• YOUR OBJECTIVE
All that is needed is every line of the listing below that has "asarray".

• RECORDS SHOWN
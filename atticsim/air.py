"""Moist-air physics shared by every part of atticsim: density, saturation pressure, dew point, humidity
ratio, latent heat and the standard atmosphere.

Plain arithmetic on floats or numpy arrays (SI; temperatures in degC unless a name says K), each relation
written once here with its source; the compiled network compiles the same functions
(:func:`atticsim.network.kernel.compiled`).
"""

from __future__ import annotations

import numpy as np

from atticsim.constants import GRAVITY, KELVIN, P_STANDARD, R_DRY_AIR

# Magnus form over liquid water, Alduchov & Eskridge (1996), J. Appl. Meteor. 35, 601-609,
# eq. 21 ("AERK" coefficients): e_s = 610.94 Pa * exp(17.625 t / (t + 243.04 degC)).
MAGNUS_C_PA = 610.94
MAGNUS_A = 17.625
MAGNUS_B_C = 243.04

# ISO 2533 standard atmosphere, troposphere (0..11 km geopotential altitude).
ISO_T0_K = 288.15  # sea-level temperature [K]
ISO_LAPSE_K_M = 0.0065  # temperature lapse rate [K/m]

#: Latent heat of vaporisation at 0 degC [J/kg] (ASHRAE Handbook Fundamentals, psychrometrics chapter).
H_FG = 2501e3
#: Ratio of the molar masses of water vapour and dry air (ASHRAE Handbook Fundamentals, psychrometrics
#: chapter, eq. 20).
MOLAR_MASS_RATIO = 0.621945


def air_density(temp_c, pressure=P_STANDARD):
    """Dry-air density rho = p / (R_d T) [kg/m^3] (ideal gas; R_d = 287.055 J/kgK, ISO 2533).

    Parameters
    ----------
    temp_c : float or numpy.ndarray
        Air temperature [degC].
    pressure : float or numpy.ndarray
        Air pressure [Pa].
    """
    return pressure / (R_DRY_AIR * (temp_c + KELVIN))


def saturation_vapour_pressure(temp):
    """Saturation vapour pressure over liquid water (Magnus form) [Pa].

    Parameters
    ----------
    temp : float or numpy.ndarray
        Temperature [degC] (a number or an array, not a list).

    References
    ----------
    Alduchov, O. A. and Eskridge, R. E. (1996), Improved Magnus form approximation of
    saturation vapor pressure, J. Appl. Meteor. 35, 601-609, eq. 21.
    """
    return MAGNUS_C_PA * np.exp(MAGNUS_A * temp / (temp + MAGNUS_B_C))


def dew_point_from_relative_humidity(temp_air, relative_humidity):
    """Dew-point temperature [degC] from dry-bulb temperature [degC] and relative humidity over liquid
    water [%] (> 0): the inverse of Alduchov & Eskridge (1996) eq. 21 with e = RH/100 * e_s(t)."""
    t = np.asarray(temp_air, dtype=float)
    rh = np.asarray(relative_humidity, dtype=float)
    gamma = np.log(rh / 100.0) + MAGNUS_A * t / (t + MAGNUS_B_C)
    return MAGNUS_B_C * gamma / (MAGNUS_A - gamma)


def relative_humidity_from_dew_point(temp_air, temp_dew):
    """Relative humidity over liquid water [%] from dry-bulb and dew-point temperature [degC]:
    RH = e_s(t_dew) / e_s(t_air) (Alduchov & Eskridge 1996, eq. 21)."""
    return 100.0 * saturation_vapour_pressure(temp_dew) / saturation_vapour_pressure(temp_air)


def humidity_ratio(temp_dew, pressure):
    """Humidity ratio W = 0.621945 p_w / (p - p_w) [kg/kg], p_w the saturation pressure at the dew point
    (ASHRAE Handbook Fundamentals, psychrometrics chapter, eq. 20 and 36)."""
    p_w = saturation_vapour_pressure(temp_dew)
    return MOLAR_MASS_RATIO * p_w / (pressure - p_w)


def humidity_ratio_from_rh(temp, relative_humidity, pressure):
    """Humidity ratio [kg/kg] at a temperature [degC] and relative humidity [%] (same source)."""
    p_w = relative_humidity / 100.0 * saturation_vapour_pressure(temp)
    return MOLAR_MASS_RATIO * p_w / (pressure - p_w)


def standard_atmosphere_pressure(altitude):
    """Air pressure of the ISO standard atmosphere at an altitude (troposphere) [Pa].

    Parameters
    ----------
    altitude : float or numpy.ndarray
        Altitude above mean sea level [m], -500..11000 (the site elevation is used as
        geopotential altitude; the difference is below 2 m, i.e. < 25 Pa, up to 3 km).

    References
    ----------
    ISO 2533:1975 Standard Atmosphere, barometric formula for a layer with constant
    lapse rate: p = p0 (1 - L h / T0)^(g0 / (R L)), L = 0.0065 K/m, T0 = 288.15 K.
    """
    h = np.asarray(altitude, dtype=float)
    if np.any(~np.isfinite(h)) or np.any(h < -500.0) or np.any(h > 11_000.0):
        raise ValueError(f"altitude: {altitude!r} m is outside -500..11000 m (ISO 2533 troposphere)")
    return P_STANDARD * (1.0 - ISO_LAPSE_K_M * h / ISO_T0_K) ** (GRAVITY / (R_DRY_AIR * ISO_LAPSE_K_M))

• SOLUTION FOR THIS PROBLEM
    t = np.asarray(temp_air, dtype=float)
    rh = np.asarray(relative_humidity, dtype=float)
    h = np.asarray(altitude, dtype=float)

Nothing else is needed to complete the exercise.